First, a note on service packs. As you are aware, service packs are part of our traditional software lifecycle; they’re something we do for most major products as a commitment to continuous improvement. But, the servicing situation has changed with the advent of Windows Vista, as we no longer rely solely on service packs as the main vehicle used to deploy system fixes and improvements. The Windows Update online service is one new way to deliver many OS improvements. For example, yesterday in advance of SP1 we released via Windows Update two separate improvements to Windows Vista’s reliability and performance. We did this prior to SP1 in lieu of requiring customers to wait for these fixes to be rolled into a single service pack. Beyond this, we improve the Windows Vista experience by continuing to work closely with software partners to ensure application compatibility. We likewise align efforts with partners on the hardware side of the business to broaden the range of devices that work with Windows Vista and to constantly improve device driver quality.More details at Windows Vista Team Blog.
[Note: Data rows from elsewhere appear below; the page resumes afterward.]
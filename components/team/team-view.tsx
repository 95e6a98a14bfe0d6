"use client";

import { useState, type FormEvent } from "react";
import { Button, ButtonLink } from "@/components/ui/button";
import { Card } from "@/components/ui/card";
import { PageHeader } from "@/components/ui/page-header";
import { RoleBadge } from "@/components/ui/badge";
import { Field, Select, TextInput } from "@/components/ui/field";
import { Table, TBody, TD, TH, THead, TR } from "@/components/ui/table";
import { errorMessage, sendJson } from "@/lib/client/fetcher";
import { useAudit, useInvitations, useMembers } from "@/lib/client/team-hooks";
import { ROLE_NAMES, emailSchema, type RoleName } from "@/lib/schemas/team";
import { fieldIssueText } from "@/lib/workbench/screen-words";
import { formatDate } from "@/components/ui/format";
import { describeAction, describeDetails, describeTarget } from "./format";

const ROLE_HELP: Record<RoleName, string> = {
  owner: "everything, plus members and boards",
  designer: "scenarios, runs, captures, parts, run links",
  reviewer: "reads, comments and signs off",
  viewer: "reads only",
};

export interface TeamViewProps {
  me: { id: string; role: RoleName; teamName: string };
  /** The local mail sink's page, when mail goes there (demos, development). */
  mailboxHref?: string | null;
}

export function TeamView({ me, mailboxHref }: TeamViewProps) {
  const isOwner = me.role === "owner";
  const members = useMembers();
  const invitations = useInvitations(isOwner);
  const audit = useAudit(isOwner);
  const [error, setError] = useState<string | null>(null);
  const [busy, setBusy] = useState<string | null>(null);

  async function act(key: string, fn: () => Promise<unknown>) {
    setBusy(key);
    setError(null);
    try {
      await fn();
      await Promise.all([
        members.mutate(),
        isOwner ? audit.mutate() : undefined,
        isOwner ? invitations.mutate() : undefined,
      ]);
    } catch (err) {
      setError(errorMessage(err));
    } finally {
      setBusy(null);
    }
  }

  const rows = members.data?.items ?? [];
  return (
    <div className="flex flex-col gap-4">
      <PageHeader
        title="Team"
        description={`${me.teamName} · ${rows.length} member${rows.length === 1 ? "" : "s"}`}
        actions={
          mailboxHref ? (
            <ButtonLink
              href={mailboxHref}
              size="sm"
              title="Mail caught by the local SMTP sink (invitations, comments, sign-offs)"
            >
              Mailbox
            </ButtonLink>
          ) : undefined
        }
      />

      {error && (
        <p role="alert" className="rounded-md border border-alert/30 bg-alert-soft px-3 py-2 text-[13px] text-alert">
          {error}
        </p>
      )}

      <div className={isOwner ? "grid items-start gap-4 lg:grid-cols-[minmax(0,1fr)_320px]" : "grid gap-4"}>
        <Card title="Members" padded={false}>
          {members.error ? (
            <p className="p-4 text-[13px] text-alert">{errorMessage(members.error)}</p>
          ) : (
            <Table aria-label="Members" stack>
              <THead>
                <TR>
                  <TH>Name</TH>
                  <TH>E-mail</TH>
                  <TH>Role</TH>
                  <TH>Joined</TH>
                  {isOwner && <TH className="text-right">Actions</TH>}
                </TR>
              </THead>
              <TBody>
                {rows.map((m) => (
                  <TR key={m.id} data-testid={`member-${m.email}`}>
                    <TD className="font-medium">
                      {m.name}
                      {m.id === me.id && <span className="ml-1.5 text-[12px] font-normal text-ink-faint">(you)</span>}
                    </TD>
                    <TD className="break-all text-ink-soft" label="E-mail">
                      {m.email}
                    </TD>
                    <TD label="Role">
                      {isOwner ? (
                        <Select
                          aria-label={`Role of ${m.name}`}
                          className="h-7! w-32 min-w-32 py-0 text-[13px]"
                          value={m.role}
                          disabled={busy !== null}
                          onChange={(e) =>
                            act(`role-${m.id}`, () =>
                              sendJson(`/api/team/members/${m.id}`, "PATCH", { role: e.target.value }),
                            )
                          }
                        >
                          {ROLE_NAMES.map((r) => (
                            <option key={r} value={r}>
                              {r}
                            </option>
                          ))}
                        </Select>
                      ) : (
                        <RoleBadge role={m.role} />
                      )}
                    </TD>
                    <TD className="font-mono text-[12px] text-ink-soft" label="Joined">
                      {formatDate(m.joinedAt).slice(0, 10)}
                    </TD>
                    {isOwner && (
                      <TD className="text-right">
                        <Button
                          size="sm"
                          variant="danger"
                          disabled={busy !== null}
                          onClick={() => {
                            if (window.confirm(`Remove ${m.name} (${m.email}) from the team?`)) {
                              void act(`remove-${m.id}`, () => sendJson(`/api/team/members/${m.id}`, "DELETE"));
                            }
                          }}
                        >
                          Remove
                        </Button>
                      </TD>
                    )}
                  </TR>
                ))}
              </TBody>
            </Table>
          )}
        </Card>

        {isOwner && <InviteCard onInvited={() => Promise.all([invitations.mutate(), audit.mutate()])} />}
      </div>

      {isOwner && (
        <Card title="Pending invitations" padded={false}>
          {(invitations.data?.items ?? []).length === 0 ? (
            <p className="px-4 py-3 text-[13px] text-ink-mute">No invitation is waiting for an answer.</p>
          ) : (
            <Table aria-label="Pending invitations" stack>
              <THead>
                <TR>
                  <TH>E-mail</TH>
                  <TH>Role</TH>
                  <TH>Sent</TH>
                  <TH>Expires</TH>
                  <TH className="text-right">Actions</TH>
                </TR>
              </THead>
              <TBody>
                {invitations.data!.items.map((inv) => (
                  <TR key={inv.id}>
                    <TD>{inv.email}</TD>
                    <TD label="Role">
                      <RoleBadge role={inv.role} />
                    </TD>
                    <TD className="font-mono text-[12px] text-ink-soft" label="Sent">
                      {formatDate(inv.createdAt)}
                    </TD>
                    <TD className="font-mono text-[12px] text-ink-soft" label="Expires">
                      {formatDate(inv.expiresAt)}
                    </TD>
                    <TD className="text-right">
                      <Button
                        size="sm"
                        variant="ghost"
                        disabled={busy !== null}
                        onClick={() =>
                          act(`withdraw-${inv.id}`, () => sendJson(`/api/team/invitations/${inv.id}`, "DELETE"))
                        }
                      >
                        Withdraw
                      </Button>
                    </TD>
                  </TR>
                ))}
              </TBody>
            </Table>
          )}
        </Card>
      )}

      {isOwner && (
        <Card
          title="Audit log"
          description="Membership, link, sign-off and delete actions; newest first."
          padded={false}
        >
          {(audit.data?.items ?? []).length === 0 ? (
            <p className="px-4 py-3 text-[13px] text-ink-mute">Nothing recorded yet.</p>
          ) : (
            <Table aria-label="Audit log" stack>
              <THead>
                <TR>
                  <TH>When</TH>
                  <TH>Who</TH>
                  <TH>What</TH>
                  <TH>About</TH>
                  <TH>Details</TH>
                </TR>
              </THead>
              <TBody>
                {audit.data!.items.map((e) => (
                  <TR key={e.id}>
                    <TD className="whitespace-nowrap font-mono text-[12px] text-ink-soft">{formatDate(e.createdAt)}</TD>
                    <TD label="Who">{e.actorName ?? "(removed account)"}</TD>
                    <TD label="What">{describeAction(e.action)}</TD>
                    <TD className="max-w-[22rem] break-words" label="About">
                      {describeTarget(e)}
                    </TD>
                    <TD className="text-ink-soft" label="Details">
                      {describeDetails(e.details)}
                    </TD>
                  </TR>
                ))}
              </TBody>
            </Table>
          )}
        </Card>
      )}
    </div>
  );
}

function InviteCard({ onInvited }: { onInvited: () => Promise<unknown> }) {
  const [email, setEmail] = useState("");
  const [role, setRole] = useState<RoleName>("designer");
  const [status, setStatus] = useState<{ tone: "ok" | "error"; text: string } | null>(null);
  const [sending, setSending] = useState(false);
  const [emailError, setEmailError] = useState<string | null>(null);

  async function submit(e: FormEvent) {
    e.preventDefault();
    setStatus(null);
    if (!email.trim()) {
      setEmailError("Enter the e-mail address of the person to invite.");
      document.getElementById("invite-email")?.focus();
      return;
    }
    // The same check as the server's, said with the field's label (the schema says "email").
    const checked = emailSchema.safeParse(email);
    if (!checked.success) {
      setEmailError(
        `${fieldIssueText(checked.error.issues[0]?.message ?? "is not an e-mail address", { code: "email", label: "E-mail" })}, such as name@company.example.`,
      );
      document.getElementById("invite-email")?.focus();
      return;
    }
    setEmailError(null);
    setSending(true);
    try {
      const res = await sendJson<{ email: string; mailSent?: boolean }>("/api/team/invitations", "POST", {
        email,
        role,
      });
      setStatus(
        res.mailSent === false
          ? {
              tone: "error",
              text: `Invitation saved, but the mail to ${res.email} could not be sent; check the mail server and send it again.`,
            }
          : { tone: "ok", text: `Invitation sent to ${res.email}.` },
      );
      setEmail("");
      await onInvited();
    } catch (err) {
      setStatus({ tone: "error", text: errorMessage(err) });
    } finally {
      setSending(false);
    }
  }

  return (
    <Card title="Invite by e-mail" description="A single-use link, valid for 72 hours.">
      {/* noValidate: the form says what is wrong in its own words, beside the field. */}
      <form onSubmit={submit} className="flex flex-col gap-3" noValidate>
        <Field label="E-mail" htmlFor="invite-email" error={emailError}>
          <TextInput
            id="invite-email"
            type="email"
            required
            aria-invalid={!!emailError}
            value={email}
            onChange={(e) => {
              setEmail(e.target.value);
              setEmailError(null);
            }}
            placeholder="name@company.example"
          />
        </Field>
        <Field label="Role" htmlFor="invite-role" hint={ROLE_HELP[role]}>
          <Select id="invite-role" value={role} onChange={(e) => setRole(e.target.value as RoleName)}>
            {ROLE_NAMES.map((r) => (
              <option key={r} value={r}>
                {r}
              </option>
            ))}
          </Select>
        </Field>
        <Button type="submit" variant="primary" disabled={sending}>
          {sending ? "Sending…" : "Send invitation"}
        </Button>
        {status && (
          <p
            role={status.tone === "error" ? "alert" : "status"}
            className={status.tone === "error" ? "text-[13px] text-alert" : "text-[13px] text-moss"}
          >
            {status.text}
          </p>
        )}
      </form>
    </Card>
  );
}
What is SP1? What is it not?
In addition to updates we’ve previously released, SP1 will contain changes focused on addressing specific reliability and performance issues we’ve identified via customer feedback, supporting new types of hardware, and adding support for several emerging standards. SP1 also makes additional improvements to the IT administration experience. We didn’t design SP1 as a vehicle for releasing new features; however, some existing components do gain enhanced functionality in SP1.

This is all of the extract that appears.